Saul ‘Canelo’ Alvarez Vs. Sergey Kovalev Preview: Alvarez Moves To 175 Lbs To Take On Hard-Punching Kovalev
Saul “Canelo” Alvarez will fight in the 175-pound weight class for the first time on Saturday night in Las Vegas, when he challenges hard-punching World Boxing Organization light heavyweight champ Sergey “Krusher” Kovalev. The 36-year-old Russian has 29 knockouts in his 34 victories, and has fought at light heavy for his entire boxing career. Alvarez will jump two weight classes for the fight, and most experts are predicting a win for the younger Mexican, as ESPN reports.
Of the dozen boxing commentators surveyed by ESPN, only two predicted that Kovalev would prevail over the much smaller 29-year-old Mexican fighter.
Alvarez comes into Saturday’s showdown at the MGM Grand in Las Vegas with only one loss and two draws in a 55-fight career. That lone loss came against Floyd Mayweather Jr. back on September 14, 2013. Kovalev’s three losses have all come over a seven-fight span in the last three years.
The Russian was defeated twice by Andre Ward, first by unanimous decision, and then by technical knockout, in 2016 and 2017, respectively. Just three fights and 15 months ago, Kovalev was knocked out in the seventh round by Colombian Eleider Alvarez, losing the light heavyweight crown.

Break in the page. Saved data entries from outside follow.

def _softmax(z):
    z = z - z.max(axis=0, keepdims=True)
    e = np.exp(z)
    return e / e.sum(axis=0, keepdims=True)


def _sigmoid(x):
    return 1.0 / (1.0 + np.exp(-x))


#: Most pulses a block may have (the block.pulses domain).
MAX_PULSES = 1e15


@dataclass(frozen=True)
class DesignProblem:
    """The float objective of one scenario and statistics method, over an unconstrained vector."""

    scenario: DecoyScenario
    statistics: str

    # ---- parameter layout -----------------------------------------------------------------------------
    @property
    def k(self) -> int:
        return self.scenario.intensity_count

    @property
    def free_split(self) -> bool:
        return self.statistics != "hoeffding"

    def sizes(self):
        """Numbers of free coordinates: ``(intensities, probabilities, basis bias, epsilon split)``.

        Returns
        -------
        tuple of int
            Zero for each group the scenario fixes.
        """
        sc = self.scenario
        n_mu = 0 if sc.intensities is not None else (2 if self.k in (2, 3) else 0)
        n_p = 0 if sc.intensity_probabilities is not None else self.k - 1
        n_q = 0 if sc.key_basis_probability is not None else 1
        n_e = 1 if self.free_split else 0
        return n_mu, n_p, n_q, n_e

    @property
    def dim(self) -> int:
        return sum(self.sizes())

    def decode(self, theta):
        """theta (dim, m) -> mu (k, m), p (k, m), qx (m,), split (4, m) or None."""
        theta = np.atleast_2d(np.asarray(theta, dtype=float).T).T if np.ndim(theta) == 1 else np.asarray(theta)
        if theta.ndim == 1:
            theta = theta[:, None]
        m = theta.shape[1]
        sc = self.scenario
        n_mu, n_p, n_q, n_e = self.sizes()
        i = 0
        if n_mu:
            a, b = np.clip(theta[0], -30, 3), np.clip(theta[1], -30, 3)
            i = 2
            if self.k == 3:
                m3 = np.full(m, sc.weakest_intensity)
                m2 = m3 + np.exp(a)
                m1 = m2 + m3 + np.exp(b)
                mu = np.vstack([m1, m2, m3])
            else:
                m2 = np.exp(a)
                m1 = m2 + np.exp(b)
                mu = np.vstack([m1, m2])
        else:
            mu = np.repeat(np.asarray(sc.intensities, dtype=float)[:, None], m, axis=1)
        if n_p:
            z = np.vstack([theta[i:i + n_p], np.zeros((1, m))])
            p = _softmax(z)
            i += n_p
        else:
            p = np.repeat(np.asarray(sc.intensity_probabilities, dtype=float)[:, None], m, axis=1)
        if n_q:
            qx = _sigmoid(theta[i])
            i += 1
        else:
            qx = np.full(m, sc.key_basis_probability)
        split = None
        if n_e:
            # count share in (0, 1 - fixed - chain): the single-photon smoothing keeps at least the chain
            # rule's share (key_length refuses a split that gives the chain rule more; proof note, section 7)
            share = _sigmoid(theta[i]) * (1 - _FIXED_SHARE - _CHAIN_SHARE)
            split = np.vstack([share, (1 - _FIXED_SHARE) - share, np.full(m, _CHAIN_SHARE),
                               np.full(m, _FIXED_SHARE - _CHAIN_SHARE)])
        return mu, p, qx, split

    def encode(self, mu, p, qx, split=None):
        """Unconstrained coordinates of a design (the inverse of :meth:`decode`), e.g. for a warm start.

        Parameters
        ----------
        mu : sequence of float
            Intensities, descending.
        p : sequence of float
            Their probabilities.
        qx : float
            Key-basis probability.
        split : sequence of float, optional
            Epsilon split (default: the optimiser's starting share).

        Returns
        -------
        numpy.ndarray
        """
        n_mu, n_p, n_q, n_e = self.sizes()
        out = []
        if n_mu:
            if self.k == 3:
                out += [math.log(mu[1] - mu[2]), math.log(mu[0] - mu[1] - mu[2])]
            else:
                out += [math.log(mu[1]), math.log(mu[0] - mu[1])]
        if n_p:
            out += [math.log(p[j] / p[-1]) for j in range(self.k - 1)]
        if n_q:
            out.append(math.log(qx / (1 - qx)))
        if n_e:
            c = 0.8 if split is None else split[0] / (split[0] + split[1])
            c = min(c * (1 - _FIXED_SHARE) / (1 - _FIXED_SHARE - _CHAIN_SHARE), 1 - 1e-9)
            out.append(math.log(c / (1 - c)))
        return np.array(out)

    # ---- objective ------------------------------------------------------------------------------------
    def key_length_float(self, theta):
        """Continued key length (bits, float, may be negative) at the expected counts; vectorised (dim, m)."""
        return self._key_and_pulses(theta)[0]

    def pulses_float(self, theta):
        """Pulses per block at ``theta``: the scenario's, or (``key_detections`` given) the number whose
        expected key-basis detections equal the target, ``T / (q_X^2 live sum_k p_k D_k)``; vectorised."""
        return self._key_and_pulses(theta)[1]

    def objective(self, theta):
        """What the design maximises (vectorised): the continued key length per block when the scenario fixes
        the pulses; with ``key_detections``, the key per pulse sent, as bits per :meth:`reference_pulses`
        pulses where positive and the continued key length where not (continuous at 0, so there is still no
        zero plateau; sending more pulses cannot make a negative key look better), less a steep penalty where
        the block would need more than :data:`MAX_PULSES` pulses (which no block may have: without it, a search
        finding no key could drift to a vanishing key-basis probability)."""
        ell, N = self._key_and_pulses(theta)
        if self.scenario.pulses is not None:
            return ell
        over = np.log10(np.maximum(N / MAX_PULSES, 1.0))
        return np.where(ell > 0, ell * (self.reference_pulses() / N), ell) - 10.0 * self.scale() * over

    def reference_pulses(self) -> float:
        """The scenario's pulses; with ``key_detections``, a typical block for them (``mu = 0.5``, ``q_X^2 =
        0.5``), used only to scale the objective and pick starting points."""
        sc = self.scenario
        if sc.pulses is not None:
            return sc.pulses
        d = float(sc.model.click_probability(0.5))
        return sc.key_detections / (0.5 * d * float(sc.model.live_fraction(d)))

    def _key_and_pulses(self, theta):
        mu, p, qx, split = self.decode(theta)
        sc = self.scenario
        model = sc.model
        d = model.click_probability(mu)
        e = model.error_probability(mu)
        live = model.live_fraction((p * d).sum(axis=0))
        N = sc.pulses if sc.pulses is not None else sc.key_detections / ((p * d).sum(axis=0) * (qx * qx * live))
        wx = N * p * (qx * qx * live)
        wz = N * p * ((1 - qx) ** 2 * live)
        kd, ke, td, te = wx * d, wx * e, wz * d, wz * e
        analysis = "three-intensity" if self.k == 3 else "two-intensity"
        n_count = count_events(self.k, analysis)
        specs = term_specs(n_count, analysis)
        w = [s.weight for s in specs[:4]]
        # pinned terms (two intensities: eps_cor for an undetected correction failure) come off first
        budget = sc.eps_sec - sum(s.weight * sc.eps_cor for s in specs if s.pinned is not None)
        if split is None:
            # one unit per event or appearance, as the certified ledger (eps_sec/21 for three intensities)
            eps = np.full(qx.shape, budget / sum(w))
            eps_c = eps_s = eps_ch = eps_pa = eps
        else:
            eps_c, eps_s, eps_ch, eps_pa = (budget * split[j] / w[j] for j in range(4))
        eps_p = eps_s * eps_s    # the phase-error bound fails with probability at most the smoothing squared
        meth = self.statistics
        kdt, tdt, tet = kd.sum(axis=0), td.sum(axis=0), te.sum(axis=0)
        kl, kh = IV.count_interval_float(meth, kd, kdt, eps_c)
        tl, th = IV.count_interval_float(meth, td, tdt, eps_c)
        el, eh = IV.count_interval_float(meth, te, tet, eps_c)
        mu_l, p_l = list(mu), list(p)
        if self.k == 3:
            s0, s1 = CF.three_intensity(mu_l, p_l, list(kl), list(kh), np.exp)
            _, s1z = CF.three_intensity(mu_l, p_l, list(tl), list(th), np.exp)
            v1 = CF.three_intensity_errors(mu_l, p_l, list(el), list(eh), np.exp)
        else:
            kel, keh = IV.count_interval_float(meth, ke, ke.sum(axis=0), eps_c)
            vk = np.sqrt(kdt / 2 * np.log(1 / eps_c))
            vt = np.sqrt(tdt / 2 * np.log(1 / eps_c))
            s0u = CF.two_intensity_vacuum_upper(mu_l, p_l, keh[1], vk, np.exp)
            s0, s1 = CF.two_intensity(mu_l, p_l, list(kl), list(kh), s0u, np.exp)
            s0zu = CF.two_intensity_vacuum_upper(mu_l, p_l, eh[1], vt, np.exp)
            _, s1z = CF.two_intensity(mu_l, p_l, list(tl), list(th), s0zu, np.exp)
            v1 = CF.two_intensity_errors(mu_l, p_l, list(el), list(eh), np.exp)
        # True counts cannot exceed the detections, so these caps keep valid lower bounds valid and guard
        # the float path against rounding garbage.
        s0, s1 = np.minimum(s0, kdt), np.minimum(s1, kdt)
        s1z = np.minimum(s1z, tdt)
        v1 = np.minimum(v1, tet)   # single-photon test errors are a part of all test errors (as certified)
        s1z_safe = np.maximum(s1z, 1.0)
        s1_safe = np.maximum(s1, 1.0)
        lam = np.clip(v1 / s1z_safe, 1e-12, 0.5)
        if meth == "hoeffding":
            g2 = PE.sampling_gamma(eps_p, lam, s1z_safe, s1_safe, np.log)
            # as in the certified evaluation: max(gamma_2014, mu) with mu the random-sampling deviation
            # (finitekey.bounds.random_sampling), continued to real counts
            mu = PE.random_sampling_deviation_float(s1_safe, s1z_safe, eps_p)
            phi = lam + np.maximum(np.sqrt(np.maximum(g2, 0.0)), mu)
        else:
            # float form of the Chernoff-Hoeffding bound of the final evaluation (with K_U = k_L)
            phi = PE.sampling_kl_rate_float(lam, s1_safe, np.maximum(s1z, 1e-3), eps_p)
        h = PE.binary_entropy_float(np.minimum(phi, 0.5)) + 4.0 * np.maximum(phi - 0.5, 0.0)
        qber = np.clip(ke.sum(axis=0) / kdt, 1e-15, 0.5)
        leak = sc.ec_efficiency * kdt * PE.binary_entropy_float(qber)
        pen = (CHAIN_RULES * np.log(2 / (eps_ch * eps_ch)) + 2 * np.log(1 / (2 * eps_pa))
               + np.log(2 / sc.eps_cor)) / _LN2
        # s1 < 0 is charged directly (s1 (1 - h) would turn positive when both factors are negative)
        single = np.maximum(s1, 0.0) * (1 - h) + np.minimum(s1, 0.0)
        return s0 + single - leak - pen, N * np.ones_like(qx)

    def bounds(self) -> list:
        """Box for theta: intensities within physical ranges (mu2 - mu3 in [1e-4, 1], mu1 - mu2 - mu3 in
        [1e-3, 1.5], which also keeps the closed forms away from cancellation), probabilities >= ~3e-4."""
        n_mu, n_p, n_q, n_e = self.sizes()
        out = []
        if n_mu:
            out += [(math.log(1e-4), 0.0), (math.log(1e-3), math.log(1.5))]
        out += [(-8.0, 8.0)] * n_p + [(-8.0, 8.0)] * n_q + [(-10.0, 10.0)] * n_e
        return out

    def scale(self) -> float:
        """Typical size of the key length (bits) used to normalise the objective."""
        sc = self.scenario
        return max(self.reference_pulses() * sc.model.eta * 0.1, 1.0)

    def negative_with_gradient(self, x, step=1e-6):
        """(-objective, -gradient) with a batched forward-difference gradient; objective normalised."""
        pts = np.repeat(x[:, None], len(x) + 1, axis=1)
        pts[np.arange(len(x)), np.arange(1, len(x) + 1)] += step
        vals = self.objective(pts) / self.scale()
        g = (vals[1:] - vals[0]) / step
        return -float(vals[0]), -g

    def starts(self) -> list:
        """Physically sensible starting points, scaled with the expected number of detections."""
        sc = self.scenario
        detections = self.reference_pulses() * sc.model.eta * 0.5
        few = detections < 1e6
        out = []
        if self.k == 3:
            mus = [(0.5, 0.1), (0.4, 0.2), (0.7, 0.05)]
            ps = [(0.7, 0.2, 0.1), (0.5, 0.3, 0.2), (0.85, 0.1, 0.05)]
        else:
            mus = [(0.5, 0.15), (0.4, 0.25), (0.7, 0.1)]
            ps = [(0.7, 0.3), (0.5, 0.5), (0.85, 0.15)]
        qs = (0.6, 0.75, 0.85) if few else (0.85, 0.95, 0.75)
        w3 = sc.weakest_intensity
        import itertools
        for (m1, m2), p, q in itertools.product(mus, ps, qs):
            if self.k == 3:
                m2 = max(m2, w3 * 2 + 1e-3)
                m1 = max(m1, m2 + w3 + 1e-3)
                mu = (m1, m2, w3)
            else:
                mu = (m1, m2)
            mu = sc.intensities or mu
            p = sc.intensity_probabilities or p
            q = sc.key_basis_probability or q
            out.append(self.encode(mu, p, q))
        return out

Kovalev won the title back in a rematch in February of this year, taking a unanimous decision over the Colombian.
ESPN commentator and former welterweight title holder Timothy Bradley expects the “finesse” of Alvarez to prevail over the larger, harder-hitting Kovalev.

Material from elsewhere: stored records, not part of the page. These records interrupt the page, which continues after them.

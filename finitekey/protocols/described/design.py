"""Design and block size of a described protocol: the key-setting probability and the test fraction.

For a block of ``N`` rounds the expected block has ``m = round(gamma N)`` test rounds with counts
``round(m P[j, o])`` (``P`` the joint probabilities of one round at the chosen setting probabilities) and
``n = N - m`` key-generation rounds, leakage ``ceil(f n H(K|B))`` from the expected statistics.  The
parameters are chosen on float evaluations (float Clopper-Pearson limits, the solver's certified bound);
the reported length is recomputed with :func:`.analysis.key_length` (certified intervals).
"""

from __future__ import annotations

import math

import numpy as np

from ...errors import ComputationError, InputError
from ...searching import golden_max
from .._result import KEY, BlockSizeResult, BlockTarget, BlockTargetKind, DesignResult, NoKeyReason, design_no_key
from .analysis import (aep_min_rounds, aep_penalty, block_ledger, interval_count, intervals, key_length,
                       leakage_rate, solve_problem, verification_tag_bits)
from .block import PROTOCOL_NAME, DescribedBlock
from .scenario import DescribedScenario, biased, joint_expected

__all__ = ["design", "blocksize", "asymptotic_rate", "expected_block"]

#: Test fractions searched (log10 range limits).
_GAMMA_MIN, _GAMMA_MAX = 1e-4, 0.5
_KEYP_MIN, _KEYP_MAX = 0.2, 0.98


def asymptotic_rate(scenario: DescribedScenario, key_probability: float | None = None) -> float:
    """Key per round for an infinite block: ``beta_inf - f H(K|B)`` with the statistics as equalities (the
    solver's certified bound), at the given (or the description's) key-setting probability.

    References
    ----------
    .. [1] A. Winick, N. Lütkenhaus, P. J. Coles, Quantum 2, 77 (2018); I. Devetak and A. Winter,
       Proc. R. Soc. A 461, 207 (2005) (the asymptotic rate H(K|E) - H(K|B)).
    """
    desc = scenario.description if key_probability is None else biased(scenario.description, key_probability)
    P = joint_expected(desc, scenario.conditional)
    res = solve_problem(desc, P, P)
    return max(0.0, float(res.certified_lower)) - scenario.efficiency * leakage_rate(desc, P)


def expected_block(scenario: DescribedScenario, rounds: int, key_probability: float, test_fraction: float,
                   split: dict | None = None) -> DescribedBlock:
    """The expected block of ``rounds`` rounds at the given parameters (counts rounded to integers)."""
    desc = biased(scenario.description, key_probability)
    P = joint_expected(desc, scenario.conditional)
    m = max(1, int(round(test_fraction * rounds)))
    counts = np.round(m * P)
    m_eff = int(counts.sum())
    if m_eff < 1 or m_eff >= rounds:
        raise InputError("design.test_fraction", test_fraction, f"a fraction leaving test and key rounds in a block "
                                                                f"of {rounds} rounds")
    n = rounds - m_eff
    leak = int(math.ceil(scenario.efficiency * n * leakage_rate(desc, P) * (1 + 1e-12)))
    return DescribedBlock(desc, int(rounds), counts, leak, None, scenario.eps_sec, scenario.eps_cor, split)


def _float_length(scenario: DescribedScenario, rounds: int, kp: float, gamma: float, cache: dict) -> float:
    key = (round(kp, 6), round(math.log10(gamma), 4), rounds)
    if key in cache:
        return cache[key]
    try:
        blk = expected_block(scenario, rounds, kp, gamma)
    except InputError:
        cache[key] = -math.inf
        return -math.inf
    desc = blk.description
    led = block_ledger(blk.eps_sec, blk.eps_cor, interval_count(desc))
    eps_bar = led.smoothing("smoothing")
    n = blk.key_rounds
    if n < aep_min_rounds(eps_bar):
        cache[key] = -math.inf
        return -math.inf
    lo, hi = intervals(blk.counts, led.failure_probability("statistics_intervals"), certified=False)
    try:
        res = solve_problem(desc, lo, hi)
    except ComputationError:
        cache[key] = -math.inf
        return -math.inf
    beta = max(0.0, float(res.certified_lower))
    val = (n * beta - aep_penalty(n, eps_bar, desc.key_size) - blk.ec_leak_bits - verification_tag_bits(blk.eps_cor)
           - 2 * math.log2(1 / (2 * led.hashing("privacy_amplification"))))
    cache[key] = val
    return val


def _choose(scenario: DescribedScenario, rounds: int, kp0: float | None = None, iters: int = 7) -> tuple:
    """Float search: golden section on log10(test fraction), then on the key probability, then the fraction again."""
    cache: dict = {}
    kp = scenario.key_probability if scenario.key_probability is not None else (
        kp0 if kp0 is not None else scenario.description.alice[scenario.description.key_pairs[0][0]].probability)
    g_lo = math.log10(max(_GAMMA_MIN, min(0.1, 200.0 / rounds)))
    g_hi = math.log10(_GAMMA_MAX)
    if scenario.test_fraction is not None:
        lg = math.log10(scenario.test_fraction)
    else:
        lg, _ = golden_max(lambda t: _float_length(scenario, rounds, kp, 10 ** t, cache), g_lo, g_hi, iters=iters)
    if scenario.key_probability is None and len(scenario.description.alice) + len(scenario.description.bob) > 2:
        kp, _ = golden_max(lambda p: _float_length(scenario, rounds, p, 10 ** lg, cache), _KEYP_MIN, _KEYP_MAX,
                           iters=iters)
        if scenario.test_fraction is None:
            lg, _ = golden_max(lambda t: _float_length(scenario, rounds, kp, 10 ** t, cache), max(g_lo, lg - 0.5),
                               min(g_hi, lg + 0.5), iters=max(3, iters - 3))
    return kp, 10 ** lg, len(cache)


def design(scenario: DescribedScenario, statistics=None, *, rounds: int | None = None,
           warm: float | None = None) -> DesignResult:
    """Choose the key-setting probability and the test fraction maximising the certified key of one block.

    Parameters
    ----------
    scenario : DescribedScenario
    statistics : {"exact"}, optional
    rounds : int, optional
        Block size (default: the scenario's ``budget.rounds``).
    warm : float, optional
        Key-setting probability to start from.

    Returns
    -------
    DesignResult
        Rates per round (``secret_key_rate_per_signal``), the certified expected length with its ledger, and
        the solver's gap and iterations in the expected result's terms and estimates.
    """
    if statistics not in (None, "exact"):
        raise InputError("statistics", statistics, "one of: exact")
    sc = scenario
    N = int(rounds if rounds is not None else sc.rounds)
    kp, gamma, evals = _choose(sc, N, warm)
    return _design_at(sc, N, kp, gamma, evals)


def _design_at(sc: DescribedScenario, N: int, kp: float, gamma: float, evals: int = 0) -> DesignResult:
    blk = expected_block(sc, N, kp, gamma)
    res = key_length(blk)
    ell = res.secret_key_length
    per_round = ell / N
    bps = per_round * sc.signal_rate_hz if sc.signal_rate_hz else None
    fill = N / sc.signal_rate_hz if sc.signal_rate_hz else None
    r_inf = asymptotic_rate(sc, kp)
    desc = blk.description
    params = {"key_probability": kp, "test_fraction": gamma,
              "alice_probabilities": [s.probability for s in desc.alice],
              "bob_probabilities": [s.probability for s in desc.bob],
              "eps_sec": sc.eps_sec, "eps_cor": sc.eps_cor, "statistics": "exact", "attacks": "collective"}
    counts = {"rounds": N, "test_rounds": blk.test_rounds, "key_rounds": blk.key_rounds,
              "ec_leak_bits": blk.ec_leak_bits}
    status = KEY if ell > 0 else design_no_key(
        res.status, NoKeyReason.THRESHOLD_EXCEEDED if r_inf <= 0 else NoKeyReason.NO_POSITIVE_DESIGN)
    diag = {"float_evaluations": evals, "solver_gap": res.terms.get("solver_gap"),
            "solver_iterations": res.estimates.get("solver_iterations"),
            "asymptotic_rate_per_round": r_inf}
    data = {s: dict(v) if isinstance(v, dict) else v for s, v in sc.data.items()}
    data["budget"]["rounds"] = N
    notes = ("rates are per round (signal sent); secure against collective attacks only (i.i.d. rounds)",
             f"asymptotic rate at these setting probabilities: {r_inf:.6g} bits per round")
    return DesignResult(PROTOCOL_NAME, params, res, per_round, bps, counts, fill, data,
                        secret_key_rate_per_detection=None, asymptotic_rate_per_detection=None,
                        diagnostics={k: v for k, v in diag.items() if v is not None}, status=status, notes=notes)


def _meets(target: BlockTarget, ell: float, N: int, r_inf: float) -> bool:
    if target.kind is BlockTargetKind.POSITIVE_KEY:
        return ell >= 1
    if target.kind is BlockTargetKind.KEY_BITS:
        return ell >= target.value
    return ell >= target.value * r_inf * N


def blocksize(scenario: DescribedScenario, target: BlockTarget, statistics=None, *, limit: float = 1e15,
              unit: str | None = None) -> BlockSizeResult:
    """Smallest block (rounds) whose designed key reaches ``target``, to a relative resolution of 1e-2.

    The key-setting probability is chosen once, at the scenario's block size; at each size tried the test
    fraction is re-optimised (float), and the size reported passes with a certified design.

    Raises
    ------
    InputError
        When the asymptotic rate is not positive, or ``unit`` is not ``"rounds"``.
    ComputationError
        When the target is not reached below ``limit``.
    """
    if statistics not in (None, "exact"):
        raise InputError("statistics", statistics, "one of: exact")
    if unit is not None and unit != "rounds":
        raise InputError("unit", unit, "'rounds' (a described protocol's block size is its number of rounds)")
    sc = scenario
    kp, _, _ = _choose(sc, sc.rounds, iters=5)
    r_inf = asymptotic_rate(sc, kp)
    if r_inf <= 0:
        raise InputError("statistics", "the expected statistics", "statistics with a positive asymptotic rate "
                         f"(it is {r_inf:.4g} bits per round: no block size gives a key)")
    fixed = sc if sc.key_probability is not None else _with_kp(sc, kp)
    designs: dict = {}

    def cert(N: int) -> DesignResult:
        if N not in designs:
            _, gamma, ev = _choose(fixed, N, kp, iters=5)
            designs[N] = _design_at(fixed, N, kp, gamma, ev)
        return designs[N]

    def passes(N: int) -> bool:
        return _meets(target, cert(N).expected.secret_key_length, N, r_inf)

    lo, hi = None, 10 ** 6
    while not passes(hi):
        lo = hi
        hi *= 10
        if hi > limit:
            raise ComputationError(f"target {target} not reached below {limit:.3g} rounds")
    if lo is None:
        lo = hi
        while lo > 10 ** 3 and passes(lo // 10):
            lo //= 10
        hi, lo = lo, lo // 10
    while hi - lo > max(1, int(1e-2 * hi)):
        mid = int(math.sqrt(lo * hi)) if hi > 4 * lo else (lo + hi) // 2
        if passes(mid):
            hi = mid
        else:
            lo = mid
    return BlockSizeResult(target, hi, "rounds", cert(hi), resolution=max(1, int(1e-2 * hi)))


def _with_kp(sc: DescribedScenario, kp: float) -> DescribedScenario:
    from dataclasses import replace
    return replace(sc, key_probability=kp)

“It’s no joke moving up two weight classes,” Bradley said in an ESPN interview. “But I’ve always said, when you have a more creative guy against someone who can punch, finesse will beat a puncher.”

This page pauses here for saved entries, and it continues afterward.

#: Default tolerance of the matrix checks (Hermitian, positive semidefinite, unit trace, POVM sum).
DEFAULT_TOLERANCE = 1e-9
#: Allowed tolerances.  The certificate charges the distance of a near-PSD element from the PSD cone only
#: through the objective's value (the Fannes term), not through its gradient, so the matrices must be close to
#: physical: a check looser than 1e-6 would let through POVM elements with eigenvalues near -1e-3, i.e. a
#: problem that is not the one measured.  Round measured matrices to physical ones before describing them.
TOLERANCE_DOMAIN = Domain(0.0, 1e-6, lower_open=True)
#: Largest signal dimension accepted (the solver's problem grows as (dim_A dim_B)^2).
MAX_DIMENSION = 16
#: The tables a description occupies in a scenario or description file.
DESCRIPTION_SECTIONS = ("description", "alice", "bob", "sifting")

#: Largest modulus of a matrix or ket entry read: valid entries are at most 1; a moderately wrong entry is left
#: to the norm, trace and positivity checks (clearer messages), a huge one would overflow inside them.
_MAX_ENTRY = 1e6
#: Largest tolerance of the derived problem's checks (finitekey.numerical.model.KeyRateProblem needs < 1e-2).
_MAX_PROBLEM_TOL = 5e-3
_SETTING_PROB = Domain(0.0, 1.0, lower_open=True)
_PROB = Domain(0.0, 1.0)


@dataclass(frozen=True)
class Setting:
    """One preparation (Alice) or measurement (Bob) setting.

    Attributes
    ----------
    name : str
    probability : float
        Probability of choosing the setting.
    elements : tuple of numpy.ndarray
        Alice: the signal states (density matrices); Bob: the POVM elements.
    labels : tuple of str
        Names of the states or outcomes.
    element_probabilities : tuple of float
        Alice: probability of each state given the setting; Bob: empty.
    key : tuple of int or None
        Alice: key value of each state (None for a setting that makes no key).
    discard : tuple of int
        Bob: outcomes announced and dropped (e.g. no click).
    """

    name: str
    probability: float
    elements: tuple
    labels: tuple
    element_probabilities: tuple = ()
    key: tuple | None = None
    discard: tuple = ()


@dataclass(frozen=True)
class Description:
    """A validated protocol description (see the module docstring).

    Attributes
    ----------
    label : str
    dim : int
        Dimension of the signal space (Bob's system).
    tolerance : float
    alice, bob : tuple of Setting
    key_pairs : tuple of (int, int)
        Indices (Alice setting, Bob setting) of the pairs that make key.
    key_size : int
        Number of key values (1 + the largest key value).
    """

    label: str
    dim: int
    tolerance: float
    alice: tuple
    bob: tuple
    key_pairs: tuple
    key_size: int

    def setting_index(self, party: str, name: str, field: str) -> int:
        """Index of the setting called ``name`` of ``party`` (``"alice"`` or ``"bob"``).

        Raises
        ------
        InputError
            Naming ``field`` when there is no such setting.
        """
        settings = self.alice if party == "alice" else self.bob
        for i, s in enumerate(settings):
            if s.name == name:
                return i
        raise InputError(field, name, f"the name of one of {party}'s settings: " + ", ".join(s.name for s in settings))

    def with_probabilities(self, alice: tuple | None = None, bob: tuple | None = None) -> "Description":
        """Copy with new setting probabilities (each tuple in setting order, validated by the caller)."""
        from dataclasses import replace
        a = self.alice if alice is None else tuple(replace(s, probability=float(p)) for s, p in zip(self.alice, alice))
        b = self.bob if bob is None else tuple(replace(s, probability=float(p)) for s, p in zip(self.bob, bob))
        return replace(self, alice=a, bob=b)

    def signal_count(self) -> int:
        """Number of Alice's signals (states over all her settings)."""
        return sum(len(s.elements) for s in self.alice)

    def to_dict(self) -> dict:
        """JSON-ready echo: names, probabilities, dimension and key pairs (not the matrices)."""
        return {"label": self.label, "dimension": self.dim, "tolerance": self.tolerance,
                "alice": [{"name": s.name, "probability": s.probability, "states": len(s.elements),
                           "key": None if s.key is None else list(s.key)} for s in self.alice],
                "bob": [{"name": s.name, "probability": s.probability, "outcomes": list(s.labels),
                         "discard": list(s.discard)} for s in self.bob],
                "key_pairs": [[self.alice[x].name, self.bob[y].name] for x, y in self.key_pairs]}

Another ESPN boxing expert, Dan Rafael, said that a younger version of Kovalev would have defeated Alvarez “handily.” But not today’s version.
“Given where each man is in his career, it’s hard to pick against the younger, much fresher Canelo, who hand-picked Kovalev to fight,” Rafael noted. “I like Canelo to wear Kovalev down and stop him late.”
A possible distraction for Alvarez could prove to be his ongoing feud with his own promoter, former seven-division champion Oscar De La Hoya. According to SB Nation, Alvarez has felt slighted by De La Hoya for about two years, complaining that De La Hoya’s Golden Boy Promotions moved too slowly to negotiate new fight deals for him, and even botched deals that eventually fell through.
Last year, Alvarez signed an unprecedented five-year, 11-fight contract with the DAZN sports streaming service, giving the online network exclusive rights to his fights — in exchange for a whopping $365 million paycheck.
De La Hoya did not show up to the press conference announcing the historic contract.